2013 Adventure Bike Comparison Test


The Road to Armageddon map

The Mayans seriously screwed up. Either that, or we are not very good at reading their hieroglyphs. Most of us woke up last December 22nd and realized that the predicted doomsday hadn’t materialized. But it got the Cycle World staff thinking…

Even though we dodged that one, shouldn’t we be prepared in case archeologists got the date on the Mesoamerican calendar wrong? And what about the popular Hollywood notion of a coming zombie acopalypse? Many people believe zombies actually exist. When was the last time you saw Keith Richards?

This much we agree upon: If you need to escape the chaos that a complete global catastrophe could produce, a motorcycle is your ally. And big, adventure-touring bikes are clearly the best choice for the “end-is-near” scenario. They offer on- and off-road capability, significant carrying capacity and great long-distance comfort. Plus, they can be fitted with armor to protect them from the inevitable hard knocks of the unknown world. A GSX-R is only going to get you so far when all hell breaks loose.
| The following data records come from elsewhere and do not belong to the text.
/**
 * The production build, one folder per state of the sources: `packages/api/dist/<fingerprint>` and
 * `packages/web/dist/<fingerprint>`. A finished build never changes, so commands that run side by side, also on
 * different states of the sources, do not disturb each other.
 */
import { createHash } from "node:crypto";
import fs from "node:fs";
import path from "node:path";
import { cleanEnvironment, processIdentity, projectDir, runProgram } from "./processes.mjs";

const distOf = { api: path.join(projectDir, "packages/api/dist"), web: path.join(projectDir, "packages/web/dist") };

const dayMs = 86_400_000;

/** Folders that hold nothing written by a person. */
const notSources = new Set(["node_modules", "dist", "generated"]);

/** @param {string} folder @returns {string[]} every source file below, relative to the project, sorted */
function sourceFiles(folder) {
  return fs
    .readdirSync(path.join(projectDir, folder), { withFileTypes: true })
    .flatMap((entry) => {
      const relative = `${folder}/${entry.name}`;
      if (entry.isDirectory()) return notSources.has(entry.name) ? [] : sourceFiles(relative);
      return /\.test\.tsx?$/.test(entry.name) ? [] : [relative];
    })
    .sort();
}

/** Fingerprint of everything that decides what a build holds. */
export function buildFingerprint() {
  const files = [
    ...sourceFiles("packages"),
    "scripts/build.mjs",
    "scripts/build-packages.mjs",
    "scripts/bundle.mjs",
    "pnpm-lock.yaml",
    "package.json",
  ];
  return fingerprintOf(files);
}

/** @param {string[]} files relative to the project */
function fingerprintOf(files) {
  const hash = createHash("sha256").update(process.versions.node.split(".")[0] ?? "");
  for (const file of files) hash.update(`\0${file}\0`).update(fs.readFileSync(path.join(projectDir, file)));
  return hash.digest("hex").slice(0, 16);
}

/**
 * The build of the sources as they stand, made when it is not there yet.
 *
 * @param {(line: string) => void} [say]
 * @returns {Promise<{ api: string, web: string, built: boolean, release: () => void }>} folders; `release` when they
 *   are no longer used by this process
 */
export async function ensureBuild(say = () => {}) {
  const fingerprint = buildFingerprint();
  const folders = { api: path.join(distOf.api, fingerprint), web: path.join(distOf.web, fingerprint) };
  const built = !fs.existsSync(folders.api) || !fs.existsSync(folders.web);
  if (built) {
    removeOldBuilds();
    await runProgram(
      process.execPath,
      [path.join(projectDir, "scripts/build-packages.mjs"), folders.api, folders.web],
      {
        cwd: projectDir,
        env: cleanEnvironment({ NODE_ENV: "production" }),
        onLine: say,
      },
    );
  }
  return { ...folders, built, release: markUse(folders.api) };
}

/**
 * A command-line program written in TypeScript on the core, bundled when it or the core changed.
 *
 * @param {string} folder relative to the project; its main.ts is the entry
 * @param {string[]} also other folders that it is made of
 * @returns {Promise<string>} the bundle
 */
export async function ensureCommand(folder, also = []) {
  const files = [...["packages/core", folder, ...also].flatMap(sourceFiles), "pnpm-lock.yaml"];
  const bundles = path.join(projectDir, folder, "dist");
  const bundle = path.join(bundles, `${fingerprintOf(files)}.mjs`);
  if (!fs.existsSync(bundle)) {
    removeOldBundles(bundles);
    const unfinished = path.join(bundles, `${process.pid}.unfinished.mjs`);
    const { bundleCommand } = await import("./bundle.mjs");
    await bundleCommand(path.join(folder, "main.ts"), unfinished);
    fs.renameSync(unfinished, bundle);
  }
  return bundle;
}

/** Bundles older than a day; a younger one may be another command's, about to be loaded. @param {string} folder */
function removeOldBundles(folder) {
  for (const name of fs.existsSync(folder) ? fs.readdirSync(folder) : []) {
    const file = path.join(folder, name);
    if (Date.now() - fs.statSync(file).mtimeMs > dayMs) fs.rmSync(file, { force: true });
  }
}

/** @param {string} folder */
function markUse(folder) {
  const mark = path.join(folder, `.used-by-${process.pid}`);
  fs.writeFileSync(mark, processIdentity(process.pid) ?? "");
  return () => fs.rmSync(mark, { force: true });
}

/** Builds that no process uses and that are older than a day are removed. */
function removeOldBuilds() {
  for (const name of fs.existsSync(distOf.api) ? fs.readdirSync(distOf.api) : []) {
    const folder = path.join(distOf.api, name);
    const inUse = fs.readdirSync(folder).some((file) => {
      const pid = /^\.used-by-(\d+)$/.exec(file)?.[1];
      return pid !== undefined && processIdentity(Number(pid)) === fs.readFileSync(path.join(folder, file), "utf8");
    });
    if (inUse || Date.now() - fs.statSync(folder).mtimeMs < dayMs) continue;
    fs.rmSync(folder, { recursive: true, force: true });
    fs.rmSync(path.join(distOf.web, name), { recursive: true, force: true });
  }
}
Our group of testbikes—all fitted with DOT-approved knobbies, saddlebags and various other protective parts—spans a broad spectrum, beginning with relatively lightweight 650cc Singles from Husqvarna (TR650 Terra) and Kawasaki (KLR650). Moving up in displacement and weight, we have the Triumph Tiger 800XC Triple, the KTM 990 Adventure Baja V-Twin and the behemoth Yamaha Super Ténéré, powered by a 1200cc parallel-Twin.

Travel just a few hours outside of the Los Angeles basin and the environment starts looking post-apocalyptic—desolate and barren, yet strikingly beautiful. During our three-day trip, we blasted through sand dunes, dodged abandoned mines and even hurtled past ghost towns left to rot in the harsh desert sun.
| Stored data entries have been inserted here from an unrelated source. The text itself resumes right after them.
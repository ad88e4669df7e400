grant usage on schema public to wavekeep_app;
--> statement-breakpoint
-- The record's clock: the database's own, to the millisecond. A stated one is honoured for the seeding role alone, and
-- only in a lab marked demo; for everybody else asking for it is an error, not a silence.
create or replace function record_now() returns timestamptz language plpgsql volatile set search_path = public, pg_temp as $$
declare
  stated text := nullif(current_setting('app.stated_now', true), '');
begin
  if stated is null then
    return date_trunc('milliseconds', clock_timestamp());
  end if;
  if session_user <> 'wavekeep_seeder' then
    raise exception 'The record''s clock can be stated by the seeding role alone.' using errcode = '42501';
  end if;
  if not exists (select 1 from labs where id = nullif(current_setting('app.lab', true), '')::uuid and is_demo) then
    raise exception 'The record''s clock can be stated in a demo lab alone.' using errcode = '42501';
  end if;
  return date_trunc('milliseconds', stated::timestamptz);
end
$$;
--> statement-breakpoint
-- Takes the lock of the current lab's chain, held until the commit, and returns its head and the time of the next entry.
-- Volatile: the head is read by a statement of its own, after the lock, and so sees what the last holder committed.
create or replace function trail_begin(out number bigint, out hash text, out at timestamptz) language plpgsql volatile set search_path = public, pg_temp as $$
declare
  lab uuid := nullif(current_setting('app.lab', true), '')::uuid;
begin
  if lab is null then
    raise exception 'No lab is set: the trail has one chain a lab.' using errcode = '42501';
  end if;
  perform pg_advisory_xact_lock(hashtextextended('trail:' || lab::text, 0));
  select t.number, t.hash, t.at into number, hash, at
    from trail_entries t where t.lab_id = lab order by t.number desc limit 1;
  number := coalesce(number, 0);
  hash := coalesce(hash, repeat('0', 64));
  at := greatest(record_now(), at);
end
$$;
--> statement-breakpoint
-- The database's own look at each entry: next in its chain, under the lock, at the clock's time, with a hash that fits.
create or replace function trail_entry_fits() returns trigger language plpgsql volatile set search_path = public, pg_temp as $$
declare
  head_number bigint;
  head_hash text;
  head_at timestamptz;
begin
  perform pg_advisory_xact_lock(hashtextextended('trail:' || new.lab_id::text, 0));
  select t.number, t.hash, t.at into head_number, head_hash, head_at
    from trail_entries t where t.lab_id = new.lab_id order by t.number desc limit 1;
  if new.number <> coalesce(head_number, 0) + 1 or new.previous_hash <> coalesce(head_hash, repeat('0', 64)) then
    raise exception 'This entry does not follow the head of its chain.' using errcode = '23514';
  end if;
  if new.hash <> encode(sha256(convert_to(new.canonical, 'UTF8')), 'hex') then
    raise exception 'The hash of this entry is not that of its text.' using errcode = '23514';
  end if;
  if new.at is distinct from head_at and abs(extract(epoch from new.at - record_now())) > 60 then
    raise exception 'The time of this entry is not the record''s clock.' using errcode = '23514';
  end if;
  if new.at < head_at then
    raise exception 'The record''s clock never runs back.' using errcode = '23514';
  end if;
  return new;
end
$$;
--> statement-breakpoint
drop trigger if exists trail_entry_fits on trail_entries;
create trigger trail_entry_fits before insert on trail_entries for each row execute function trail_entry_fits();
--> statement-breakpoint
-- SHA-256 of a row as it stands: over `name=hash;` of its columns that are not null, in the table's order, each hash the
-- SHA-256 of the column's bytes or of its text. Columns that a later migration adds are null in older rows and so leave
-- their hashes as they were.
create or replace function row_sha256(table_name text, row_id uuid) returns text language plpgsql stable
  set search_path = public, pg_temp set timezone = 'UTC' set datestyle = 'ISO, YMD' set intervalstyle = 'postgres' set extra_float_digits = 1 as $$
declare
  parts text;
  result text;
begin
  select string_agg(
      format('coalesce(%L || encode(sha256(%s), ''hex'') || '';'', '''')', a.attname || '=',
        case when a.atttypid = 'bytea'::regtype then format('r.%I', a.attname) else format('convert_to(r.%I::text, ''UTF8'')', a.attname) end),
      ' || ' order by a.attnum)
    into parts
    from pg_attribute a
    where a.attrelid = to_regclass(format('public.%I', table_name)) and a.attnum > 0 and not a.attisdropped;
  if parts is null then
    return null;
  end if;
  execute format('select encode(sha256(convert_to(%s, ''UTF8'')), ''hex'') from public.%I r where r.lab_id = $1 and r.id = $2', parts, table_name)
    into result using nullif(current_setting('app.lab', true), '')::uuid, row_id;
  return result;
end
$$;
--> statement-breakpoint
create or replace function refuse_truncate() returns trigger language plpgsql as $$
begin
  raise exception 'The table % is part of the record and cannot be emptied.', tg_table_name using errcode = '42501';
end
$$;
--> statement-breakpoint
-- What happens before a lab is known: the whole list of functions that look across labs. Each is owned by a role that
-- cannot log in, answers one question, and is granted to the app's role by name.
Our adventure began at the Hotel Maya (sorry, we had to!) in Long Beach. We headed north through the dense urban congestion of L.A., a task made far easier on a bike than in a car. Our ultimate destination? Salvation Mountain, the religious pop-art installation near the Salton Sea. But first, we had to visit some of Southern California’s famous natural landmarks along the way.

Husqvarna TR650 Terra - on location

Husqvarna TR650 Terra

Outfitted For Armageddon
Accessory skidplate ($186.55), wide footpegs ($148.25), high windscreen ($129.15), handguards ($104.76), rear luggage rack ($222.43); Giant Loop Siskiyou Panniers ($649.00), Hot Springs Heat Shields ($50.00); Kenda Big Block tires ($175.98)
Total: $1666.12

Ups
  • A lightweight among mammoths
  • Best fuel economy
  • Great on tight, technical trails
Downs
  • Needs more fuel capacity
  • Better wind protection would make it a contender
  • Exhaust pipes’ insatiable appetite for nylon and plastic saddlebags

Some things to consider when choosing a motorcycle to escape Armageddon: How much power is enough? How much weight is too much? Is technology a help or hindrance? And what about ease of maintenance? Can the bike be repaired with a Leatherman tool in the dark on the side of the road with mushroom clouds popping up on the horizon?
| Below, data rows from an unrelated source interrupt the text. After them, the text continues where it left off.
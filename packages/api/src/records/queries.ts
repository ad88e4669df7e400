/** Rows of the trail and of its signed heads. */
import { and, asc, desc, eq, gt, gte, inArray, like, lt, sql, type SQL } from "drizzle-orm";
import { checkAttempts, checks, signedHeads, trailEntries, trailPersonal } from "../db/schema/index.ts";
import type { Tx } from "../db/tenancy.ts";

export interface EntryFilter {
  personId?: string;
  instrumentId?: string;
  checkId?: string;
  /** An action ("check.approved") or its noun ("check"). */
  kind?: string;
  /** Dates in the lab's zone, both included. */
  fromOn?: string;
  toOn?: string;
  /** Entries below this number. */
  below?: number;
}

/** Start of a date in a zone; the day after for its end. */
const startOf = (date: string, zone: string, days = 0) =>
  sql`((${date}::date + ${days}::int)::timestamp at time zone ${zone})`;

function conditions(filter: EntryFilter, zone: string): SQL | undefined {
  const { kind } = filter;
  const parts: (SQL | undefined)[] = [
    filter.personId === undefined ? undefined : eq(trailEntries.personId, filter.personId),
    filter.instrumentId === undefined ? undefined : eq(trailEntries.instrumentId, filter.instrumentId),
    filter.checkId === undefined ? undefined : eq(trailEntries.checkId, filter.checkId),
    kind === undefined
      ? undefined
      : kind.includes(".")
        ? eq(trailEntries.action, kind)
        : like(trailEntries.action, `${kind.replace(/[\\%_]/g, "\\$&")}.%`),
    filter.fromOn === undefined ? undefined : gte(trailEntries.at, startOf(filter.fromOn, zone)),
    filter.toOn === undefined ? undefined : lt(trailEntries.at, startOf(filter.toOn, zone, 1)),
    filter.below === undefined ? undefined : lt(trailEntries.number, filter.below),
  ];
  return and(...parts);
}

const entryColumns = {
  number: trailEntries.number,
  at: trailEntries.at,
  action: trailEntries.action,
  shape: trailEntries.shape,
  personId: trailEntries.personId,
  aboutKind: trailEntries.aboutKind,
  aboutId: trailEntries.aboutId,
  instrumentId: trailEntries.instrumentId,
  checkId: trailEntries.checkId,
  demo: trailEntries.demo,
  canonical: trailEntries.canonical,
  previousHash: trailEntries.previousHash,
  hash: trailEntries.hash,
  labId: trailEntries.labId,
  salt: trailPersonal.salt,
  personal: trailPersonal.data,
};

const entries = (tx: Tx) =>
  tx
    .select(entryColumns)
    .from(trailEntries)
    .leftJoin(
      trailPersonal,
      and(eq(trailPersonal.labId, trailEntries.labId), eq(trailPersonal.number, trailEntries.number)),
    );

export type EntryRow = Awaited<ReturnType<typeof listEntriesAbove>>[number];

/** Newest first. */
export const listEntries = (tx: Tx, filter: EntryFilter, zone: string, limit: number) =>
  entries(tx).where(conditions(filter, zone)).orderBy(desc(trailEntries.number)).limit(limit);

/** Oldest first, from just above a number: the verification's way through the chain. */
export const listEntriesAbove = (tx: Tx, number: number, limit: number) =>
  entries(tx).where(gt(trailEntries.number, number)).orderBy(asc(trailEntries.number)).limit(limit);

export async function listDays(tx: Tx, zone: string): Promise<{ on: string; count: number }[]> {
  const { rows } = await tx.execute<{ on: string; count: number }>(
    sql`select to_char((at at time zone ${zone})::date, 'YYYY-MM-DD') as on, count(*)::int as count from trail_entries group by 1 order by 1`,
  );
  return rows;
}

export async function listKinds(tx: Tx): Promise<string[]> {
  const { rows } = await tx.execute<{ kind: string }>(
    sql`select distinct split_part(action, '.', 1) as kind from trail_entries order by 1`,
  );
  return rows.map(({ kind }) => kind);
}

/** SHA-256 of rows as they stand now, in the order asked; null for a row that is not there. */
export async function hashRowsNow(tx: Tx, rows: readonly { table: string; id: string }[]): Promise<(string | null)[]> {
  if (rows.length === 0) return [];
  const asked = JSON.stringify(rows.map(({ table, id }, place) => ({ place, table, id })));
  const { rows: found } = await tx.execute<{ sha256: string | null }>(sql`
    select row_sha256(r.table, r.id) as sha256
      from jsonb_to_recordset(${asked}::jsonb) as r(place int, "table" text, id uuid) order by r.place`);
  return found.map(({ sha256 }) => sha256);
}

export const listSignedHeads = (tx: Tx) =>
  tx.select().from(signedHeads).orderBy(asc(signedHeads.number), asc(signedHeads.signedAt));

export async function findOptionalLastDailyHead(tx: Tx) {
  const [row] = await tx
    .select()
    .from(signedHeads)
    .where(eq(signedHeads.cause, "daily"))
    .orderBy(desc(signedHeads.number))
    .limit(1);
  return row ?? null;
}

export async function findOptionalLastEntry(tx: Tx): Promise<{ number: number; hash: string; at: Date } | null> {
  const [row] = await tx
    .select({ number: trailEntries.number, hash: trailEntries.hash, at: trailEntries.at })
    .from(trailEntries)
    .orderBy(desc(trailEntries.number))
    .limit(1);
  return row ?? null;
}

/** Hash of the entries with these numbers. */
export async function listHashes(tx: Tx, numbers: readonly number[]): Promise<Map<number, string>> {
  if (numbers.length === 0) return new Map();
  const rows = await tx
    .select({ number: trailEntries.number, hash: trailEntries.hash })
    .from(trailEntries)
    .where(inArray(trailEntries.number, [...numbers]));
  return new Map(rows.map(({ number, hash }) => [number, hash]));
}

export async function countChecksAndAttempts(tx: Tx): Promise<{ checks: number; attempts: number }> {
  return { checks: await tx.$count(checks), attempts: await tx.$count(checkAttempts) };
}
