def paths(svg, **wanted):
    return [
        element["d"] for element in Document(svg).all("path")
        if all(element.get(name.replace("_", "-")) == value for name, value in wanted.items())
    ]


def a_plan(**changes):
    square = np.array([[-1.0, -1.0], [1.0, -1.0], [1.0, 1.0], [-1.0, 1.0]])
    settings = {
        "bodies": [square], "booms": [np.array([[0.0, 0.0], [0.0, 8.0]])],
        "markers": [pages.Marker(np.array([0.0, 8.0]), "1")], "length_unit": "m",
    }
    return pages.plan(pages.Plan(**(settings | changes)), "a plan")


@pytest.mark.parametrize("changes", [
    {}, {"walls": (-5.0,)}, {"walls": (-5.0, 20.0)},
    {"rings": [pages.Ring("1", ((0.0, 90.0, "within"),))]},
])
def test_a_plan_is_to_scale(changes):
    svg = a_plan(**changes)
    length = float(re.search(r">([\d.]+) m</text>", svg)[1])
    (bar,) = (d for d in paths(svg, stroke_width="1.5") if "v5h" in d)
    scale = numbers(bar)[3] / length
    x0, y0, x1, y1 = numbers(paths(svg, stroke_width="2", stroke=pages.INK)[-1])
    # The drawing rounds to a tenth of a pixel.
    np.testing.assert_allclose([x1 - x0, y0 - y1], [0.0, 8.0 * scale], atol=0.1 * (1 + 8 / length))
    corners = numbers(paths(svg, fill="#444")[0]).reshape(-1, 2)
    np.testing.assert_allclose(np.ptp(corners, axis=0), 2.0 * scale, atol=0.1 * (1 + 2 / length))


def test_everything_on_a_plan_lies_inside_its_ring():
    svg = a_plan(rings=[pages.Ring("1", ((0.0, 360.0, "within"),))])
    _, _, wide, high = numbers(Document(svg).all("svg")[0]["viewbox"])
    inner = pages.PLAN_RADIUS - pages.RING_BREADTH - pages.RING_GAP
    centre = np.array([pages.WIDTH / 2, pages.PLAN_RADIUS + 30.0])
    corners = numbers(paths(svg, fill="#444")[0]).reshape(-1, 2)
    assert np.hypot(*(corners - centre).T).max() < inner
    assert centre[1] + pages.PLAN_RADIUS < high and centre[0] + pages.PLAN_RADIUS < wide


@pytest.mark.parametrize("by_bearing, angle, side", [
    (True, 90.0, (1, 0)),    # a wind from the east stands on the right
    (True, 0.0, (0, -1)),    # from the north, on top: y runs down in a drawing
    (False, 0.0, (-1, 0)),   # a stream toward +x comes from the left
    (False, 90.0, (0, 1)),
])
def test_a_ring_shows_a_sector_where_the_stream_comes_from(by_bearing, angle, side):
    # A sensor three diameters behind a tube in this stream, and ahead of it in the opposite one.
    direction = float(ob.from_bearing(angle)) if by_bearing else angle
    place = 3 * np.array([np.cos(np.radians(direction)), np.sin(np.radians(direction))])
    table = ob.survey(
        ob.solve(ob.circle(1.0)), ob.PointSensor(*place),
        **{"bearings" if by_bearing else "directions": np.arange(0, 360, 10)},
    )

    class Case:
        speed = None

    Case.by_bearing = by_bearing
    svg = a_plan(rings=[pages.Ring("1", tuple(survey_pages._ring(Case, table, 0)))])
    (excluded,) = paths(svg, fill="url(#hatch)")
    # The first of two arcs ends in the middle of the sector.
    middle = numbers(re.findall(r"A[\d. ]+", excluded)[0])[-2:] - (
        pages.WIDTH / 2, pages.PLAN_RADIUS + 30.0
    )
    # Printed to a hundredth of a pixel.
    np.testing.assert_allclose(
        middle, (pages.PLAN_RADIUS - pages.RING_GAP) * np.array(side), atol=0.011
    )


def test_a_curve_breaks_off_where_there_is_no_value_and_its_band_with_it():
    x = np.arange(5.0)
    y = np.array([0.0, 1.0, np.nan, 1.0, 0.0])
    chart = pages.Chart("x (1)", "y (1)", (pages.Line(x, y, low=y - 0.5, high=y + 0.5),),
                        (0.0, 4.0), (-1.0, 2.0))
    svg = pages.chart(chart, "two pieces")
    assert len(paths(svg, stroke=pages.BLUE)) == 2
    assert len(paths(svg, fill=pages.FILLS["band"])) == 2
    assert "nan" not in svg


def test_a_point_of_a_curve_is_drawn_at_its_value():
    line = pages.Line(np.array([0.0, 3.0]), np.array([1.0, -2.0]))
    chart = pages.Chart("x (1)", "y (1)", (line,), (0.0, 4.0), (-2.0, 2.0), limit=1.0)
    document = Document(pages.chart(chart, "a line"))
    (axes,) = (svg for svg in document.all("svg") if "x" in svg)
    wide, high = float(axes["width"]), float(axes["height"])
    dots = [(float(dot["cx"]), float(dot["cy"])) for dot in document.all("circle")]
    # Printed to a tenth of a pixel.
    np.testing.assert_allclose(dots, [(0, high / 4), (0.75 * wide, high)], atol=0.051)
    (strip,) = (box for box in document.all("rect") if box["fill"] == pages.FILLS["limit"])
    np.testing.assert_allclose(
        [float(strip["y"]), float(strip["height"])], [high / 4, high / 2], atol=0.051
    )


def test_the_page_draws_no_curve_where_a_sensor_is_left_out(surveyed):
    case, table, budget = surveyed
    reading = next(iter(reports.readings(case, table, 0)))
    band = survey_pages._expanded(budget, 0, reading)
    chart = survey_pages._chart(case, table, 0, reading, band, True)
    (line,) = chart.lines
    shown = np.isfinite(line.y)
    np.testing.assert_array_equal(shown, table.trust[:, 0])
    for start, stop, fill in chart.spans:
        if fill == "excluded":
            assert not (shown & (line.x > start) & (line.x < stop)).any()
    known = np.isfinite(line.low)
    # High less low is twice the expanded uncertainty, to rounding.
    np.testing.assert_allclose(
        (line.high - line.low)[known], 200 * budget.expanded_speed[known, 0], rtol=1e-9
    )


@pytest.mark.parametrize("low, high, expected", [
    (-1.3, 2.2, [-1, 0, 1, 2]), (0.0, 360.0, [0, 100, 200, 300]), (0.012, 0.019, [0.012, 0.014,
                                                                               0.016, 0.018]),
])
def test_marks_of_an_axis_are_round_and_lie_within_it(low, high, expected):
    # The marks are whole multiples of a step in binary: to rounding.
    np.testing.assert_allclose(pages.ticks(low, high), expected, rtol=1e-12)


# --- the map --------------------------------------------------------------------------------------


@pytest.mark.parametrize("direction", [0.0, 37.0, 250.0])
@pytest.mark.parametrize("wake", [None, ob.Wake(1.2)])
def test_the_hatched_strips_of_the_map_are_the_wake_and_margin_of_the_survey(direction, wake):
    shapely = pytest.importorskip("shapely")
    model = ob.solve(ob.ellipse(1.0, 0.5, (0.3, 0.2), 20.0), wakes=wake)
    ends = charts._leaving(model, 0, direction)
    ahead = DOUBTFUL_START * (ends[0] - ends[1]) @ charts._along(direction + 90.0)
    generator = np.random.default_rng(5)
    places = generator.uniform(-5, 5, (4000, 2))
    codes = wake_codes(places, ends[None], np.array([direction]))[0]
    for code, corners in (
        (IN_WAKE, charts._strip(ends, direction, WAKE_HALF_ANGLE, 60.0)),
        (DOUBTFUL, charts._strip(ends, direction, DOUBTFUL_HALF_ANGLE, 60.0, ahead)),
    ):
        drawn = shapely.contains_xy(shapely.Polygon(corners), *places.T)
        # Beyond the ends of a line askew to the stream the survey starts its wake square to it.
        differing = (drawn != (codes >= code)).mean()
        assert differing <= 0.002, (code, differing)
    clear = places[~ob.inside(model.outlines, places)][:60]
    table = ob.survey(model, [ob.PointSensor(*place) for place in clear], [direction])
    np.testing.assert_array_equal(table.in_wake[0], wake_codes(
        clear, ends[None], np.array([direction])
    )[0] == IN_WAKE)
Moments after our departure, the 710 Freeway, one of the busiest trucking corridors in the country, began taxing our bikes with its rippled, stepped and potholed concrete. In this confining labyrinth of traffic and construction, all five bikes darted and bounded like cockroaches on the way to a buffet. Thankfully, long-travel suspension softened the ride, and upright riding positions helped us see over the cagers. As we filtered past downtown L.A. and beyond the San Fernando Valley, we were reminded how motorcyclists have the upper hand when it comes to leaving the city in a hurry. Adiós, amigos.

If simply getting to the edge of our megalopolis was the mission, we must give the nod to the largest-displacement machines, each of which produces more than 80 horsepower and considerable torque. But as we soon discovered, there were many equalizers up ahead.

Just hours outside of the city, after flicking through great twisty mountain roads near Lake Hughes, we left the asphalt slab and plowed into the first of many miles of unmaintained desert paths, roads and trails. Part sand, part hardpack and a whole lot unpredictable, the first trail turned the tides on the big bikes in a hurry, especially the Tiger 800XC and, to a lesser degree, the Super Ténéré.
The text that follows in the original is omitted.